Return only the stretch of the material below that begins with the line containing "quietClient?.end(true);" and ends with the line containing "quiet site reporting.", exactly; both of those lines belong to it.
* * * * * * * * *
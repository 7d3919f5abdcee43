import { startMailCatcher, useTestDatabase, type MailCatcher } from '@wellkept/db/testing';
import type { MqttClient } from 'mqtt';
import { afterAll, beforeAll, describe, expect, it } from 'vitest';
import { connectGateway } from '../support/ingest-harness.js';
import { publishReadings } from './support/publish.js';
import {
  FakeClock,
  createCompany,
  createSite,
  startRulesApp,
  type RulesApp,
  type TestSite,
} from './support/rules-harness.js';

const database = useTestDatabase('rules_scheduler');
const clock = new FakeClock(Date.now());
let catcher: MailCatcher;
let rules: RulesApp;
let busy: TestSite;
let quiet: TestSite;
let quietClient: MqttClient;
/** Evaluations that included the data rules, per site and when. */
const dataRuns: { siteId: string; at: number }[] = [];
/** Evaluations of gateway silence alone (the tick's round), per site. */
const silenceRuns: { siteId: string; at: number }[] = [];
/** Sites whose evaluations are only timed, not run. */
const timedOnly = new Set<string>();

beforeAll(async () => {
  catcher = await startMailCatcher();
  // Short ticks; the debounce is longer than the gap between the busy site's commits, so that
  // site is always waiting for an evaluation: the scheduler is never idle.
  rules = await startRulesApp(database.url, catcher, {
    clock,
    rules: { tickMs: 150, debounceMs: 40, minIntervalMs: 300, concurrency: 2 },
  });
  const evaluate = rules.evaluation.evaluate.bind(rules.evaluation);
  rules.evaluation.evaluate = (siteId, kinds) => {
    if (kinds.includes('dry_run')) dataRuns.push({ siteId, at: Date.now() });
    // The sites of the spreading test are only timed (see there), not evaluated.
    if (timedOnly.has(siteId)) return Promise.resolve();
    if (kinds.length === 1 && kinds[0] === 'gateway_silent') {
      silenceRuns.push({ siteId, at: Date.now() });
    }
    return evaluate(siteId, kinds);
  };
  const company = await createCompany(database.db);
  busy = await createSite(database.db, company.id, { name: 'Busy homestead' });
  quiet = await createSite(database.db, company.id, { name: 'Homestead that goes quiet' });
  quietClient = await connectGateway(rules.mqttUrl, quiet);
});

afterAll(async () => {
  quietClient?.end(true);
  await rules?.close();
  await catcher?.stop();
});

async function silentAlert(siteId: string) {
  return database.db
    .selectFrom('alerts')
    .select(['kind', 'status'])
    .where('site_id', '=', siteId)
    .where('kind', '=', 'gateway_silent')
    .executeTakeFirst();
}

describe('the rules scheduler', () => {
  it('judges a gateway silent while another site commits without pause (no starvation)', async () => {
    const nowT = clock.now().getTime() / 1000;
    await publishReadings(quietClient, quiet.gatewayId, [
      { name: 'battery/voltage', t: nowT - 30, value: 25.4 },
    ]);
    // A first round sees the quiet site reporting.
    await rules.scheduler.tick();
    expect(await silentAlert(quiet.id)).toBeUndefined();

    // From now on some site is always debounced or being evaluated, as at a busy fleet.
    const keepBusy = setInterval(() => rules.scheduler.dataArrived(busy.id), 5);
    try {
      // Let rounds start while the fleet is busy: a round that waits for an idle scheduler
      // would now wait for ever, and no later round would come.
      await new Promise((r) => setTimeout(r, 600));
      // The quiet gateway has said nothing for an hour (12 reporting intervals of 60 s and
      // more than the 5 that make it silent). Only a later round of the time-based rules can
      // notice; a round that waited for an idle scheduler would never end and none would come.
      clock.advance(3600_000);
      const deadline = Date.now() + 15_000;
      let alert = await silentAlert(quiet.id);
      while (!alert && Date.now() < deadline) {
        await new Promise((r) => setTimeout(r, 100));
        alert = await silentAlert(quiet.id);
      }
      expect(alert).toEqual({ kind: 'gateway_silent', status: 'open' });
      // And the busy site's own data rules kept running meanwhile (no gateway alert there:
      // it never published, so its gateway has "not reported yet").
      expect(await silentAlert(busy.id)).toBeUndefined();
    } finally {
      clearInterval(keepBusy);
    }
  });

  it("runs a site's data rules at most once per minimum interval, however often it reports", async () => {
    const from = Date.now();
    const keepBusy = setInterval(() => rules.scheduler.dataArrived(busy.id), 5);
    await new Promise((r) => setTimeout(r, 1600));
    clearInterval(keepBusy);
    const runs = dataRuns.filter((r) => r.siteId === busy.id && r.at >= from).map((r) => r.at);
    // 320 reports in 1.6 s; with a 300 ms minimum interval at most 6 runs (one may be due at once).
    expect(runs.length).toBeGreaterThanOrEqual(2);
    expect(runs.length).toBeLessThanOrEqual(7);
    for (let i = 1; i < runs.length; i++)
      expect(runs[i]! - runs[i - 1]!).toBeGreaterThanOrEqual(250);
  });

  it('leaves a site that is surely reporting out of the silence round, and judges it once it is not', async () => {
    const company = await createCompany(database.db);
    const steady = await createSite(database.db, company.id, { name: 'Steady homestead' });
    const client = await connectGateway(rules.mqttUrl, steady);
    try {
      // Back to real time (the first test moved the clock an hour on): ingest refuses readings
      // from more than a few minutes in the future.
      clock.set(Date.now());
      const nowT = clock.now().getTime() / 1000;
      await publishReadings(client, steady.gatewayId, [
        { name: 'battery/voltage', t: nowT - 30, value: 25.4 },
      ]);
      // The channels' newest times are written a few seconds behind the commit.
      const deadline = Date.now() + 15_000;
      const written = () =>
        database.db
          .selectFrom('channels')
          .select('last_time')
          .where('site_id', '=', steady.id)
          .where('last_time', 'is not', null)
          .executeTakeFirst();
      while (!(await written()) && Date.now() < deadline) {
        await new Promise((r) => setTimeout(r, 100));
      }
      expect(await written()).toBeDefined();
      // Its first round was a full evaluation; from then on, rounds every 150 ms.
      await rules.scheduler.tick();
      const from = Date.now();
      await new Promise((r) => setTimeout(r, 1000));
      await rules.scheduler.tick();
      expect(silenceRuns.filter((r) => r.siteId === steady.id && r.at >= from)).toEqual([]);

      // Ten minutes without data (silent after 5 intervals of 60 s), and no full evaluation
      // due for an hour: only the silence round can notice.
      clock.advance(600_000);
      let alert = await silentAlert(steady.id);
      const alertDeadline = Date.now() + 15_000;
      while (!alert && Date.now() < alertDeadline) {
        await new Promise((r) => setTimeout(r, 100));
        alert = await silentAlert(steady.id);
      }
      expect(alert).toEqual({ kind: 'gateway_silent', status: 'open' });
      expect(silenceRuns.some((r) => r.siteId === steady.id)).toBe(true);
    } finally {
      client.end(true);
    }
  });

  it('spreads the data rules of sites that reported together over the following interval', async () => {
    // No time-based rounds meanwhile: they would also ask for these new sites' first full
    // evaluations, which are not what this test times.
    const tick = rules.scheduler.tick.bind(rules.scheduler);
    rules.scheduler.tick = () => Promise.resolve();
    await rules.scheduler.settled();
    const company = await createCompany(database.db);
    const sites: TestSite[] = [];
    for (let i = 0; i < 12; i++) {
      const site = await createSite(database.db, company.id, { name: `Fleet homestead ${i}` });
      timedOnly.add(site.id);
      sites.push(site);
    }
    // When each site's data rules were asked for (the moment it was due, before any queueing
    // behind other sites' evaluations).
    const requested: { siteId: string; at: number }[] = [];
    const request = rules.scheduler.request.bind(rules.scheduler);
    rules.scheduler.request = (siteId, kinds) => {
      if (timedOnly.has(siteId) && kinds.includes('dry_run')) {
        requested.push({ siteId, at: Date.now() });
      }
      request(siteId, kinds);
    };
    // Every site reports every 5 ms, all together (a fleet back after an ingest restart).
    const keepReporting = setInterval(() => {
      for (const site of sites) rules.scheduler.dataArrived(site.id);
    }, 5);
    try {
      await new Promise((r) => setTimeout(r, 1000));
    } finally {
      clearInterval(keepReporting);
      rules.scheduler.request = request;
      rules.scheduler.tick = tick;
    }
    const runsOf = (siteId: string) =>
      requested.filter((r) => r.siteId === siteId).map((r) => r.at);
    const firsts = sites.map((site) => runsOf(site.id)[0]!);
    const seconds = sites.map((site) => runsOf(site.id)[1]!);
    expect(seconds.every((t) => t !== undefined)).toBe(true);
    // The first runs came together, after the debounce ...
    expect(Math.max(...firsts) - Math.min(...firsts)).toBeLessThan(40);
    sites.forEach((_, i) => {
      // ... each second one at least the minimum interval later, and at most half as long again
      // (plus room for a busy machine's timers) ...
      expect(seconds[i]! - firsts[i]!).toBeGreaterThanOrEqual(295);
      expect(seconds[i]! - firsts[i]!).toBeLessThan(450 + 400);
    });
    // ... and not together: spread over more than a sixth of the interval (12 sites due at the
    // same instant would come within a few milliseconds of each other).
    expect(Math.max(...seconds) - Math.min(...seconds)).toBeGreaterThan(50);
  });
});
* * * * * * * * *
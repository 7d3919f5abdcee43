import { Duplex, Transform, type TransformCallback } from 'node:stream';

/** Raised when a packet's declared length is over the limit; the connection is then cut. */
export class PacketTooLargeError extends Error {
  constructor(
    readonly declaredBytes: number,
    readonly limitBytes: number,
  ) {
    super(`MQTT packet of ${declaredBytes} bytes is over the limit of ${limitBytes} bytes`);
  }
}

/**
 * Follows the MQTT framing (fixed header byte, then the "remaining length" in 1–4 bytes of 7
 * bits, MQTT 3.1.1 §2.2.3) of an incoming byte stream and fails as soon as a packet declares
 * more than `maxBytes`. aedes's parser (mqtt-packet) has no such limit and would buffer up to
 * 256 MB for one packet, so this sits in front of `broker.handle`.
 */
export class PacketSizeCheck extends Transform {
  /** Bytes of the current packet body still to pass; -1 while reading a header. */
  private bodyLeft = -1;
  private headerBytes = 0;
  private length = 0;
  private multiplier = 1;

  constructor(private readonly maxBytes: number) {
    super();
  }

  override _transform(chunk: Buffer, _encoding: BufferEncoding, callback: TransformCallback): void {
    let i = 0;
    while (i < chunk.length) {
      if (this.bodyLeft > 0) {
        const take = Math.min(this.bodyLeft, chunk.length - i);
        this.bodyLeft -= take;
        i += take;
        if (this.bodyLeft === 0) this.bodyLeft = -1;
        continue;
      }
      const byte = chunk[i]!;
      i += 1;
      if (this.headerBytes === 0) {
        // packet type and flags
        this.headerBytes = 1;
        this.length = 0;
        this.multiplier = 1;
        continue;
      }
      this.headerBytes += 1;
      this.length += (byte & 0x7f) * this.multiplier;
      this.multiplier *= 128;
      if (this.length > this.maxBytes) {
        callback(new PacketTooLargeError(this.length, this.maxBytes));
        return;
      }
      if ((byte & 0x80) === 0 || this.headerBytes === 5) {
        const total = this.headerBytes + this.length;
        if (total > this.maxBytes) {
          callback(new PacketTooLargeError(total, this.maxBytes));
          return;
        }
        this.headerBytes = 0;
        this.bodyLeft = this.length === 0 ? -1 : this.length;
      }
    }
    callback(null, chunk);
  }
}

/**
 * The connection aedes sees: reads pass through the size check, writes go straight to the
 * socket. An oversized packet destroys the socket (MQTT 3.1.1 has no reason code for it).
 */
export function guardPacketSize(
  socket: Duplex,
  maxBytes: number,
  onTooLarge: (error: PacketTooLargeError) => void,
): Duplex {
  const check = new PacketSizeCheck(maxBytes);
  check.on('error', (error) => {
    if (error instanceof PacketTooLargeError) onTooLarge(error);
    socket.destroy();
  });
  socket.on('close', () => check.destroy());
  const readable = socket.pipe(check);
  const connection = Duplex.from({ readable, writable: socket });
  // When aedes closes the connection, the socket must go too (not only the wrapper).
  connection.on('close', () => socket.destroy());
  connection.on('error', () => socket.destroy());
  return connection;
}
* * * * * * * * *
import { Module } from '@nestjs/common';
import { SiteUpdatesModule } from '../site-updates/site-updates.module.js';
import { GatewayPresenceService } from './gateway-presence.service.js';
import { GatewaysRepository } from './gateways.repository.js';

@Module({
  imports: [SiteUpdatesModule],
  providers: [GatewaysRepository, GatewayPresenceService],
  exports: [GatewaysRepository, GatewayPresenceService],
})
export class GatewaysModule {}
* * * * * * * * *
• **Result**
  quietClient?.end(true);
  await rules?.close();
  await catcher?.stop();
});

async function silentAlert(siteId: string) {
  return database.db
    .selectFrom('alerts')
    .select(['kind', 'status'])
    .where('site_id', '=', siteId)
    .where('kind', '=', 'gateway_silent')
    .executeTakeFirst();
}

describe('the rules scheduler', () => {
  it('judges a gateway silent while another site commits without pause (no starvation)', async () => {
    const nowT = clock.now().getTime() / 1000;
    await publishReadings(quietClient, quiet.gatewayId, [
      { name: 'battery/voltage', t: nowT - 30, value: 25.4 },
    ]);
    // A first round sees the quiet site reporting.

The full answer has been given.